___ The data ___

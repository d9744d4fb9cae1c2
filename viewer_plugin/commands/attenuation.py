"""``stackdepth attenuation INPUT``: measure (and optionally correct) the fall-off with depth.

Prints the 1/e attenuation length with its 95 % interval and the fit quality;
``-o`` writes the corrected stack (float32 OME-TIFF with the voxel size;
axes ZYX, or CZYX for several channels), ``--report`` a JSON report (length, interval, model, r², offset, the
per-slice profile and gains, input, parameters, version, caution) and
``--plot`` a PNG of profile, model and gain. Files with channels are
processed channel by channel (or only ``--channel N``). JSON has no
infinity: an infinite length or interval end is stored as ``null``.
"""

from __future__ import annotations

import argparse
import math
import warnings
from pathlib import Path
from typing import Any

import numpy as np

from .. import __version__
from .._shared.atomic import atomic_write
from ._common import (
    CommandError,
    TerminalProgress,
    check_output_path,
    check_outputs,
    write_json,
)

SPATIAL = "ZYX"


def register(sub: Any) -> None:
    parser = sub.add_parser(
        "attenuation", help="measure and correct the signal fall-off with depth",
        description="Measure how the foreground signal fades with depth (Beer-Lambert 1/e "
        "attenuation length in um, with a 95 %% interval) and optionally write a corrected "
        "float32 stack. Corrected intensities are relative, not calibrated; deep slices carry "
        "amplified noise; one stack cannot separate attenuation from bleaching.")
    parser.add_argument("input", metavar="INPUT", help="OME-TIFF or TIFF z-stack")
    parser.add_argument("-o", "--output", default=None, metavar="OUTPUT",
                        help="write the corrected stack here (.ome.tif, float32)")
    parser.add_argument("--report", default=None, metavar="REPORT", help="write a JSON report")
    parser.add_argument("--plot", default=None, metavar="PLOT",
                        help="write a PNG of profile, model and gain (one per channel: _c<N>)")
    parser.add_argument("--model", default="exponential", choices=("exponential", "smooth", "quantile"),
                        help="depth model (default: exponential, Beer-Lambert)")
    parser.add_argument("--max-gain", type=float, default=10.0, metavar="G",
                        help="cap on the per-slice gain (default 10)")
    parser.add_argument("--axis", default="z", metavar="A",
                        help="depth axis: z, y, x or an index 0-2 of the z-stack (default z)")
    parser.add_argument("--z-step", type=float, default=None, metavar="UM",
                        help="slice spacing along the axis in um (default: the file's voxel size)")
    parser.add_argument("--channel", type=int, default=None, metavar="N",
                        help="process only this channel (default: every channel)")
    parser.add_argument("--overwrite", action="store_true", help="replace existing output files")
    parser.set_defaults(func=run)


def _axis_index(text: str) -> int:
    value = str(text).strip().lower()
    if value in ("z", "y", "x"):
        return "zyx".index(value)
    if value.lstrip("-").isdigit() and int(value) in (0, 1, 2, -1, -2, -3):
        return int(value) % 3
    raise CommandError(f"--axis: expected z, y, x or an index 0-2, got {text!r}")


def _channel_views(stack: Any, channel: int | None) -> tuple[list[int], Any, str]:
    """Channel indices to process, the data with C first (if any), and the spatial axes."""
    axes = stack.axes
    data = stack.data
    if "T" in axes:
        t = axes.index("T")
        if data.shape[t] != 1:
            raise CommandError(f"INPUT: expected one z-stack, got {data.shape[t]} time points "
                               "(use stackdepth bleaching for time series)")
        data = data[(slice(None),) * t + (0,)]
        axes = axes.replace("T", "")
    if "C" in axes:
        c = axes.index("C")
        data = np.moveaxis(data, c, 0) if not hasattr(data, "dask") else data.transpose(
            (c,) + tuple(i for i in range(data.ndim) if i != c))
        n = data.shape[0]
        if channel is not None and not 0 <= channel < n:
            raise CommandError(f"--channel: expected an index from 0 to {n - 1}, got {channel}")
        return ([channel] if channel is not None else list(range(n))), data, axes.replace("C", "")
    if channel not in (None, 0):
        raise CommandError(f"--channel: the file has no channels, got {channel}")
    return [None], data, axes


def run(args: argparse.Namespace) -> int:
    from ..io import read_stack
    from .._shared.validation import check_number

    outputs = check_outputs(args)
    axis = _axis_index(args.axis)
    check_number(args.max_gain, name="--max-gain", low=1.0, allow_inf=True)
    stack = read_stack(args.input)
    channels, data, spatial = _channel_views(stack, args.channel)
    if spatial != SPATIAL:
        raise CommandError(f"INPUT: expected a z-stack with axes ZYX, got axes {stack.axes}")
    scale = dict(zip(stack.axes, stack.scale))
    z_step = args.z_step if args.z_step is not None else float(scale[SPATIAL[axis]])
    z_step = check_number(z_step, name="--z-step", low=0, low_open=True)
    if outputs["plot"] is not None and len(channels) > 1:
        plot = outputs["plot"]
        for c in channels:
            check_output_path(plot.with_name(f"{plot.stem}_c{c}{plot.suffix}"),
                              overwrite=args.overwrite, name="--plot")
    results = [_process(data if c is None else data[c], c, stack, axis, z_step, args) for c in channels]
    _write_outputs(outputs, stack, data, channels, results, axis, z_step, args)
    _print_summary(results, stack, outputs)
    return 0


def _process(volume: Any, channel: int | None, stack: Any, axis: int, z_step: float,
             args: argparse.Namespace) -> dict[str, Any]:
    from ..kernels import estimate_attenuation

    label = "attenuation" if channel is None else f"attenuation c{channel}"
    with warnings.catch_warnings(record=True) as caught, TerminalProgress(label) as progress:
        warnings.simplefilter("always")
        fit = estimate_attenuation(volume, z_step=z_step, model=args.model, axis=axis,
                                   progress=progress)
    notes = list(fit.warnings) + [str(w.message) for w in caught if str(w.message) not in fit.warnings]
    capped = int(np.sum(np.where(np.isfinite(fit.gain), fit.gain, 1.0) > args.max_gain))
    name = None
    if channel is not None and channel < len(stack.channel_names):
        name = stack.channel_names[channel]
    return {"channel": channel, "channel_name": name, "fit": fit, "notes": notes, "capped": capped}


def _fit_record(result: dict[str, Any], max_gain: float) -> dict[str, Any]:
    fit = result["fit"]
    return {
        "channel": result["channel"],
        "channel_name": result["channel_name"],
        "length_um": fit.length_um,
        "length_interval_um": list(fit.length_interval_um),
        "model": fit.model,
        "r_squared": fit.r_squared,
        "offset": fit.offset,
        "converged": fit.converged,
        "n_iterations": fit.n_iterations,
        "slices_capped_at_max_gain": result["capped"],
        "depth_um": fit.depth_um,
        "profile": fit.profile,
        "profile_sem": fit.profile_sem,
        "model_profile": fit.model_profile,
        "gain": fit.gain,
        "gain_applied": np.minimum(np.where(np.isfinite(fit.gain), fit.gain, 1.0), max_gain),
        "background": fit.background,
        "foreground_fraction": fit.foreground_fraction,
        "warnings": result["notes"],
    }


def _write_outputs(outputs: dict[str, Path | None], stack: Any, data: Any, channels: list,
                   results: list[dict[str, Any]], axis: int, z_step: float,
                   args: argparse.Namespace) -> None:
    from ..kernels.attenuation import CAUTION

    if outputs["output"] is not None:
        _write_corrected(outputs["output"], stack, data, channels, results, args)
    if outputs["plot"] is not None:
        _write_plots(outputs["plot"], stack, results, args.max_gain)
    if outputs["report"] is not None:
        records = [_fit_record(r, args.max_gain) for r in results]
        payload: dict[str, Any] = {
            "stackdepth_version": __version__,
            "command": "attenuation",
            "input": str(Path(args.input).resolve()),
            "parameters": {"model": args.model, "max_gain": args.max_gain, "axis": "zyx"[axis],
                           "z_step_um": z_step, "channel": args.channel,
                           "z_step_from": "--z-step" if args.z_step is not None else "file"},
            "caution": CAUTION,
            "null_means": "infinite (JSON has no infinity), or not measured",
        }
        if len(records) == 1:
            payload.update(records[0])
        else:
            payload["channels"] = records
        truth = stack.metadata.get("truth") if isinstance(stack.metadata, dict) else None
        if truth:
            payload["demo_truth"] = truth
        write_json(outputs["report"], payload)


def _write_corrected(path: Path, stack: Any, data: Any, channels: list,
                     results: list[dict[str, Any]], args: argparse.Namespace) -> None:
    from ..io import write_ome_tiff
    from ..kernels import correct_attenuation
    from .._shared.validation import is_dask
    from ..kernels.attenuation import CAUTION

    corrected = []
    for channel, result in zip(channels, results):
        volume = data if channel is None else data[channel]
        with warnings.catch_warnings(record=True) as caught, TerminalProgress("correcting") as progress:
            warnings.simplefilter("always")
            out = correct_attenuation(volume, result["fit"], max_gain=args.max_gain, progress=progress)
        result["notes"] += [str(w.message) for w in caught]
        corrected.append(out)  # a lazy dask array stays lazy: the writer streams it plane by plane
    names = [stack.channel_names[c] for c in channels if c is not None and c < len(stack.channel_names)]
    axes, scale = "ZYX", tuple(float(s) for a, s in zip(stack.axes, stack.scale) if a in "ZYX")
    pixels = corrected[0]
    if channels != [None]:
        if any(is_dask(c) for c in corrected):
            import dask.array as da

            pixels = da.stack([da.asarray(c) for c in corrected], axis=0)
        else:
            pixels = np.stack(corrected, axis=0)
        axes = "CZYX"
        scale = (1.0,) + scale
    metadata = {"attenuation_correction": {
        "source": str(Path(args.input).resolve()), "model": args.model, "max_gain": args.max_gain,
        "channels": [c for c in channels if c is not None],
        "length_um": [None if math.isinf(r["fit"].length_um) else r["fit"].length_um for r in results],
        "caution": CAUTION, "stackdepth_version": __version__}}
    write_ome_tiff(path, pixels, axes=axes, scale=scale, channel_names=names or None,
                   metadata=metadata, overwrite=args.overwrite)


def _write_plots(path: Path, stack: Any, results: list[dict[str, Any]], max_gain: float) -> None:
    from ..plots.attenuation import attenuation_figure

    truth = stack.metadata.get("truth") if isinstance(stack.metadata, dict) else None
    for result in results:
        target = path
        title = Path(str(stack.path or "stack")).name
        if len(results) > 1:
            target = path.with_name(f"{path.stem}_c{result['channel']}{path.suffix}")
            title += f", channel {result['channel']}"
        fig = attenuation_figure(result["fit"], max_gain=max_gain, truth=truth, title=title)
        atomic_write(target, lambda tmp, fig=fig: fig.savefig(tmp, format="png", dpi=120))


def _print_summary(results: list[dict[str, Any]], stack: Any, outputs: dict[str, Path | None]) -> None:
    from ..kernels.attenuation import CAUTION

    for result in results:
        prefix = "" if result["channel"] is None else f"channel {result['channel']}: "
        print(prefix + result["fit"].describe())
        if result["capped"]:
            print(f"  {result['capped']} slice(s) need a gain above --max-gain and are capped")
        for note in result["notes"]:
            print(f"  note: {note}")
    for option, path in outputs.items():
        if path is not None:
            if option == "plot" and len(results) > 1:
                path = path.with_name(f"{path.stem}_c<N>{path.suffix}")
            print(f"wrote {path}")
    print(f"caution: {CAUTION}")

___

Required action:
Transcribe, please, every line from the first line of the listing above through the line with "the voxel size;". Keep both ends and nothing else.

Solution to this task:
repository d9744d4fb9cae1c2
filename viewer_plugin/commands/attenuation.py
"""``stackdepth attenuation INPUT``: measure (and optionally correct) the fall-off with depth.

Prints the 1/e attenuation length with its 95 % interval and the fit quality;
``-o`` writes the corrected stack (float32 OME-TIFF with the voxel size;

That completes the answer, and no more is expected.